● WORK ITEM:
Every line with "when" in it must be copied from the data.
EXERCISE MATERIALS Start Marker
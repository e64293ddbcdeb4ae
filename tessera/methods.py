"""A methods paragraph written from the run's own settings, results, software and data checksums.

Everything in the text comes from what the run used or produced, given as plain values: the
config subsections, the tile scores, the object settings, the statistics tables, the section
counts of QC, the installed package versions and the SHA-256 of every input file. So the
paragraph cannot drift from the analysis it describes.
"""

import math

from tessera import __version__
from tessera.cascade.across_sections import AUTO_SECTION_RULE, section_sigma
from tessera.cascade.features import default_sigmas
from tessera.interval_caution import MIN_TEST_TILES
from tessera.object_scores import mostly_cut
from tessera.objects.depth_limit import AUTO_DEPTH_RULE
from tessera.spacing import NEAR_ISOTROPIC_ASPECT

CLASSIFIER_NAMES = {
    "mlp": "multilayer perceptron",
    "ldnn": "logistic disjunctive normal network",
    "extra_trees": "extremely randomised trees",
    "random_forest": "random forest",
    "hist_gradient_boosting": "histogram gradient boosting",
}


def _fmt(values):
    return ", ".join(f"{v:g}" for v in values)


def _bank_text(cascade):
    """The finest level's filter bank as used: its dims and scales (unset scales follow dims).

    Examples
    --------
    >>> _bank_text({"sigmas": [1, 2], "dims": 2})
    'a 2D Gaussian-derivative filter bank of each section (σ = 1, 2 px'
    >>> _bank_text({"sigmas": None, "dims": 3})
    'a 3D Gaussian-derivative filter bank, round in nm (σ = 0.7, 1.6, 3.5, 5, 10 px'
    >>> _bank_text({"sigmas": None, "dims": "auto"})
    'a Gaussian-derivative filter bank (σ = 0.7, 1.6, 3.5, 7 px for 2D features, 0.7, 1.6, 3.5, 5, 10 px for 3D features'
    """
    dims = cascade.get("dims", 2)
    kind = {
        2: "a 2D Gaussian-derivative filter bank of each section",
        3: "a 3D Gaussian-derivative filter bank, round in nm",
    }.get(dims, "a Gaussian-derivative filter bank")
    if cascade.get("sigmas") is not None:
        return f"{kind} (σ = {_fmt(cascade['sigmas'])} px"
    if dims in (2, 3):
        return f"{kind} (σ = {_fmt(default_sigmas(dims))} px"
    return (
        f"{kind} (σ = {_fmt(default_sigmas(2))} px for 2D features, "
        f"{_fmt(default_sigmas(3))} px for 3D features"
    )


def _neighbours_text(neighbours):
    """The intensity of the sections around, when a 2D model read it.

    Examples
    --------
    >>> _neighbours_text(0), _neighbours_text(1), _neighbours_text(2)
    ('', ', plus the intensity of the section above and below', ', plus the intensity of the 2 sections above and below')
    """
    if not neighbours:
        return ""
    which = "the section" if neighbours == 1 else f"the {neighbours} sections"
    return f", plus the intensity of {which} above and below"


def _orientations_text(orientations):
    """How many orientations of each training tile were used, when more than one.

    Examples
    --------
    >>> _orientations_text(1), _orientations_text(4)
    ('', ' shared among 4 orientations of the tile (transposed and flipped)')
    """
    if orientations == 1:
        return ""
    turns = {2: "transposed", 4: "transposed and flipped"}.get(
        orientations, "every flip and quarter turn"
    )
    return f" shared among {orientations} orientations of the tile ({turns})"


def _unsure_text(test):
    """The share of test pixels left out of the scores as unsure, when there were any."""
    fraction = float(test.get("unsure_fraction", 0.0))
    if not fraction > 0:  # none, or a table written before the column existed (NaN)
        return ""
    return (
        f" ({fraction:.1%} of the test pixels, marked unsure by the annotator, were left out; "
        "scores over whole objects, borders included, are lower)"
    )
EXERCISE MATERIALS End Marker
● WRITTEN SOLUTION:
    """The intensity of the sections around, when a 2D model read it.
    """How many orientations of each training tile were used, when more than one.
    """The share of test pixels left out of the scores as unsure, when there were any."""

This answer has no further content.